The Commodore John Barry Joint Resolution was sent to the White House on December 19th, and Signed by the President of the United States on December 22nd.  In signing this Joint Resolution of the United States Congress, President George W. Bush has eclipsed even the good works of Presidents Ronald Reagan and George H.W. Bush, both of whom Proclaimed "Commodore John Barry Day" pursuant to Resolutions of Congress.

 Numerous times Members of Congress had proposed that Commodore John Barry Day be a national observance.  The Honorable Clare Gerald Fenerty of Pennsylvania, who was also a naval officer and John Barry orator, proposed this in the 1st Session of the 74th Congress.  More recently, Congressmen Ben Gilman, Tom Manton, and Peter King of New York led a movement to properly honor Commodore John Barry.  It was after the change in House rules which accompanied the "Gingrich Revolution" of 1994/95 (eliminating new special "days" by resolution of Congress), that it became necessary to re-think the way in which Commodore John Barry's contribution to our freedom might best be enshrined in the public law of the United States, whence the resolution recognizing Commodore John Barry as the first flag officer of the United States Navy.  [Commodore John Barry Day, September 13th, remains a legal holiday in the Commonwealth of Pennsylvania, and a legal observance in the State of New York.]

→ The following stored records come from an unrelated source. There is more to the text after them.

function calendarDayNumber(field: string, date: string): number {
  const match = /^(\d{4})-(\d{2})-(\d{2})$/.exec(date);
  if (!match) throw new RangeError(`${field} must be a calendar date YYYY-MM-DD, got "${date}"`);
  const year = Number(match[1]);
  const month = Number(match[2]);
  const day = Number(match[3]);
  const ms = Date.UTC(year, month - 1, day);
  const check = new Date(ms);
  // Date.UTC rolls 2025-02-30 over to March; a round trip catches dates that do not exist.
  if (
    check.getUTCFullYear() !== year ||
    check.getUTCMonth() !== month - 1 ||
    check.getUTCDate() !== day
  ) {
    throw new RangeError(`${field} is not a real calendar date: "${date}"`);
  }
  return ms / MS_PER_DAY;
}

function latestDate(dates: readonly string[]): string | null {
  // Valid YYYY-MM-DD strings sort as text in calendar order.
  let latest: string | null = null;
  for (const date of dates) if (latest === null || date > latest) latest = date;
  return latest;
}

/**
 * Readiness for service of a capacity block, from the milestones it depends on.
 *
 * A block that depends on no milestone is NOT ready: readiness is proven by completed
 * milestones, and a block linked to none has no such proof, so calling it ready would
 * publish capacity that nobody has commissioned. A milestone id with no matching
 * milestone (deleted, or not passed in) likewise keeps the block from being ready; it
 * is listed in `unknownMilestoneIds`, and the dates are worked over the known ones.
 *
 * @param block the capacity block
 * @param milestones milestone dates (may include milestones of other blocks)
 * @returns readiness, dates as YYYY-MM-DD, slip in calendar days
 * @throws RangeError when a date used is not a real YYYY-MM-DD calendar date
 */
export function blockReadiness(
  block: CapacityBlockInput,
  milestones: readonly MilestoneDates[],
): BlockReadiness {
  const byId = new Map<number, MilestoneDates>();
  for (const milestone of milestones) if (!byId.has(milestone.id)) byId.set(milestone.id, milestone);

  const known: MilestoneDates[] = [];
  const unknownMilestoneIds: number[] = [];
  const seen = new Set<number>();
  for (const id of block.dependsOn) {
    if (seen.has(id)) continue;
    seen.add(id);
    const milestone = byId.get(id);
    if (milestone) known.push(milestone);
    else unknownMilestoneIds.push(id);
  }

  for (const m of known) {
    calendarDayNumber(`milestone ${m.id} baselineFinish`, m.baselineFinish);
    if (m.forecastFinish !== null) calendarDayNumber(`milestone ${m.id} forecastFinish`, m.forecastFinish);
    if (m.actualFinish !== null) calendarDayNumber(`milestone ${m.id} actualFinish`, m.actualFinish);
  }

  const ready =
    known.length > 0 && unknownMilestoneIds.length === 0 && known.every((m) => m.actualFinish !== null);
  const forecastReadyDate = latestDate(known.map((m) => m.actualFinish ?? m.forecastFinish ?? m.baselineFinish));
  const baselineReadyDate = latestDate(known.map((m) => m.baselineFinish));
  const slipDays =
    forecastReadyDate !== null && baselineReadyDate !== null
      ? calendarDayNumber("forecastReadyDate", forecastReadyDate) -
        calendarDayNumber("baselineReadyDate", baselineReadyDate)
      : null;

  return {
    blockId: block.id,
    ready,
    readyDate: ready ? forecastReadyDate : null,
    forecastReadyDate,
    baselineReadyDate,
    slipDays,
    unknownMilestoneIds,
  };
}

/** One step of the capacity ramp: totals ready from `date` on. */
export interface CapacityRampPoint {
  /** Calendar date, YYYY-MM-DD. */
  date: string;
  /** Racks ready by this date on the baseline (cumulative). */
  baselineRacks: number;
  /** IT kW ready by this date on the baseline (cumulative). */
  baselineKW: number;
  /** Racks ready by this date on the forecast, actuals included (cumulative). */
  forecastRacks: number;
  /** IT kW ready by this date on the forecast, actuals included (cumulative). */
  forecastKW: number;
}

/**
 * Capacity ramp: cumulative racks and kW of IT load ready for service over time, on the
 * baseline and on the forecast (a ready block's forecast date is its actual date). One
 * point per distinct date on which either line steps, sorted by date; each point holds
 * the totals from that date onwards, which a step chart draws directly.
 *
 * Blocks that depend on no milestone, or on a milestone that is not passed in, are left
 * out of both lines: their dates cannot be known, and drawing them would show capacity
 * earlier than anyone can support. {@link blockReadiness} says which they are.
 *
 * @param blocks capacity blocks (racks, kW)
 * @param milestones milestone dates
 * @returns step points sorted by date; racks and kW cumulative
 * @throws RangeError on negative or non-finite racks or kW, or a date that is not real
 */
export function capacityRamp(
  blocks: readonly CapacityBlockInput[],
  milestones: readonly MilestoneDates[],
): CapacityRampPoint[] {
  interface Step {
    baselineRacks: number;
    baselineKW: number;
    forecastRacks: number;
    forecastKW: number;
  }
  const steps = new Map<string, Step>();
  const stepAt = (date: string): Step => {
    let step = steps.get(date);
    if (!step) {
      step = { baselineRacks: 0, baselineKW: 0, forecastRacks: 0, forecastKW: 0 };
      steps.set(date, step);
    }
    return step;
  };

  for (const block of blocks) {
    const racks = requireNonNegative(`block ${block.id} racks`, block.racks);
    const kW = requireNonNegative(`block ${block.id} itKW`, block.itKW);
    const readiness = blockReadiness(block, milestones);
    if (readiness.unknownMilestoneIds.length > 0) continue;
    if (readiness.baselineReadyDate === null || readiness.forecastReadyDate === null) continue;
    const baseline = stepAt(readiness.baselineReadyDate);
    baseline.baselineRacks += racks;
    baseline.baselineKW += kW;
    const forecast = stepAt(readiness.forecastReadyDate);
    forecast.forecastRacks += racks;
    forecast.forecastKW += kW;
  }

  const points: CapacityRampPoint[] = [];
  const running: Step = { baselineRacks: 0, baselineKW: 0, forecastRacks: 0, forecastKW: 0 };
  for (const date of [...steps.keys()].sort()) {
    const step = steps.get(date)!;
    running.baselineRacks += step.baselineRacks;
    running.baselineKW += step.baselineKW;
    running.forecastRacks += step.forecastRacks;
    running.forecastKW += step.forecastKW;
    points.push({ date, ...running });
  }
  return points;
}

// ---------------------------------------------------------------------------------
// Site facts for prospects
// ---------------------------------------------------------------------------------

/**
 * Mean air velocity in a rectangular duct or opening: V̇ / (width × height).
 * @param flowM3s airflow in m³/s
 * @param widthM inside width in m
 * @param heightM inside height in m
 * @returns velocity in m/s
 * @throws RangeError on a negative flow or a side that is not greater than zero
 */
export function ductVelocityMs(flowM3s: number, widthM: number, heightM: number): number {
  const flow = requireNonNegative("flowM3s", flowM3s);
  return flow / (requirePositive("widthM", widthM) * requirePositive("heightM", heightM));
}

/**
 * Whether a rack passes through a door standing upright: its height under the door's
 * clear height, and its narrower plan side (width or depth, whichever way it is turned)
 * within the clear width. Pass the rack as delivered (on its casters or skates, loaded);
 * the door as its clear opening, frame and closers taken off.
 * @throws RangeError on a dimension that is not greater than zero
 */
export function rackFitsThroughDoor(
  door: { doorHeightM: number; doorWidthM: number },
  rack: { rackHeightM: number; rackWidthM: number; rackDepthM: number },
): boolean {
  const doorHeight = requirePositive("doorHeightM", door.doorHeightM);
  const doorWidth = requirePositive("doorWidthM", door.doorWidthM);
  const height = requirePositive("rackHeightM", rack.rackHeightM);
  const narrower = Math.min(requirePositive("rackWidthM", rack.rackWidthM), requirePositive("rackDepthM", rack.rackDepthM));
  return height <= doorHeight && narrower <= doorWidth;
}
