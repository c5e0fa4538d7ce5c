import { Router, type RequestHandler } from "express";
import { IdParamSchema } from "#shared/schemas/common.ts";
import {
  BlockCreateInputSchema,
  BlockPatchInputSchema,
  FacilityEventsQuerySchema,
  FacilityQuerySchema,
  FacilitySettingsInputSchema,
  FeatureCreateInputSchema,
  FeaturePatchInputSchema,
  SystemCreateInputSchema,
  SystemPatchInputSchema,
  UnitCreateInputSchema,
  UnitPatchInputSchema,
  UnitStageInputSchema,
} from "#shared/schemas/facility.ts";
import { SlugParamSchema } from "#shared/schemas/projects.ts";
import { actorOf, requireRole, requireStaff } from "../core/auth.ts";
import type { Actor } from "../core/types.ts";
import type { FacilityService } from "./facility.service.ts";

const writers = () => requireRole("lead", "admin");

/**
 * The facility API. The facility itself is open to every caller and shown by audience in the
 * service (staff alone may ask for another day); a unit's history follows its system's
 * audience; the project's event list is staff's; writes are for leads and admins.
 */
export function facilityRouter(facility: FacilityService): Router {
  const r = Router();

  r.get("/projects/:slug/facility", async (req, res) => {
    const { slug } = SlugParamSchema.parse(req.params);
    const query = FacilityQuerySchema.parse({ ...req.query });
    res.json(await facility.facility(slug, query, actorOf(req)));
  });
  r.get("/projects/:slug/facility/events", requireStaff(), async (req, res) => {
    const { slug } = SlugParamSchema.parse(req.params);
    const range = FacilityEventsQuerySchema.parse({ ...req.query });
    res.json(await facility.projectEvents(slug, range));
  });

  r.put("/projects/:slug/facility/settings", writers(), async (req, res) => {
    const { slug } = SlugParamSchema.parse(req.params);
    res.set("Cache-Control", "private, no-store").json(await facility.putSettings(slug, FacilitySettingsInputSchema.parse(req.body), actorOf(req)));
  });
  r.post("/projects/:slug/facility/blocks", writers(), createInProject(BlockCreateInputSchema, facility.createBlock));
  r.patch("/facility/blocks/:id", writers(), writeEntry(BlockPatchInputSchema, facility.patchBlock));
  r.delete("/facility/blocks/:id", writers(), deleteEntry(facility.deleteBlock));

  r.post("/projects/:slug/facility/systems", writers(), createInProject(SystemCreateInputSchema, facility.createSystem));
  r.patch("/facility/systems/:id", writers(), writeEntry(SystemPatchInputSchema, facility.patchSystem));
  r.delete("/facility/systems/:id", writers(), deleteEntry(facility.deleteSystem));

  r.post("/facility/systems/:id/units", writers(), writeEntry(UnitCreateInputSchema, facility.createUnit, 201));
  r.patch("/facility/units/:id", writers(), writeEntry(UnitPatchInputSchema, facility.patchUnit));
  r.post("/facility/units/:id/stage", writers(), writeEntry(UnitStageInputSchema, facility.setUnitStage));
  r.get("/facility/units/:id/events", async (req, res) => {
    const { id } = IdParamSchema.parse(req.params);
    res.json(await facility.unitEvents(id, actorOf(req)));
  });
  r.delete("/facility/units/:id", writers(), deleteEntry(facility.deleteUnit));

  r.post("/projects/:slug/facility/features", writers(), createInProject(FeatureCreateInputSchema, facility.createFeature));
  r.patch("/facility/features/:id", writers(), writeEntry(FeaturePatchInputSchema, facility.patchFeature));
  r.delete("/facility/features/:id", writers(), deleteEntry(facility.deleteFeature));

  return r;
}

/** What a write's body is parsed with (a schema from #shared/schemas/facility.ts). */
interface BodySchema<I> {
  parse(body: unknown): I;
}

// Every write route is the same adapter: the path's slug or id and the body parsed, one call
// to the service, its answer sent. A new entry answers 201, a delete 204 with no body.

/** A new block, system or feature in the project named by `:slug`. */
function createInProject<I>(schema: BodySchema<I>, create: (slug: string, input: I, actor: Actor) => Promise<unknown>): RequestHandler {
  return async (req, res) => {
    const { slug } = SlugParamSchema.parse(req.params);
    res.status(201).json(await create(slug, schema.parse(req.body), actorOf(req)));
  };
}

/** A write to the entry `:id` (or, answering 201, a new unit of the system `:id`). */
function writeEntry<I>(schema: BodySchema<I>, write: (id: number, input: I, actor: Actor) => Promise<unknown>, status: 200 | 201 = 200): RequestHandler {
  return async (req, res) => {
    const { id } = IdParamSchema.parse(req.params);
    res.status(status).json(await write(id, schema.parse(req.body), actorOf(req)));
  };
}

/** Deletes the entry `:id`. */
function deleteEntry(remove: (id: number, actor: Actor) => Promise<void>): RequestHandler {
  return async (req, res) => {
    const { id } = IdParamSchema.parse(req.params);
    await remove(id, actorOf(req));
    res.status(204).end();
  };
}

  The language of what would become Public Law 109-142 in 2005 was crafted with great care and much negotiation with the Naval Historical Center, in order that it might pass the strictest muster of historical accuracy.  Liam Murphy (Irish Brigade Association), and Dr. Michael J. Crawford, Ph.D., Head of the Early History Branch of the Naval Historical Center in Washington, D.C., worked out the final language in 2002.  This was an essential step in that Congress would not act on language that did not have the prior approval of the Navy.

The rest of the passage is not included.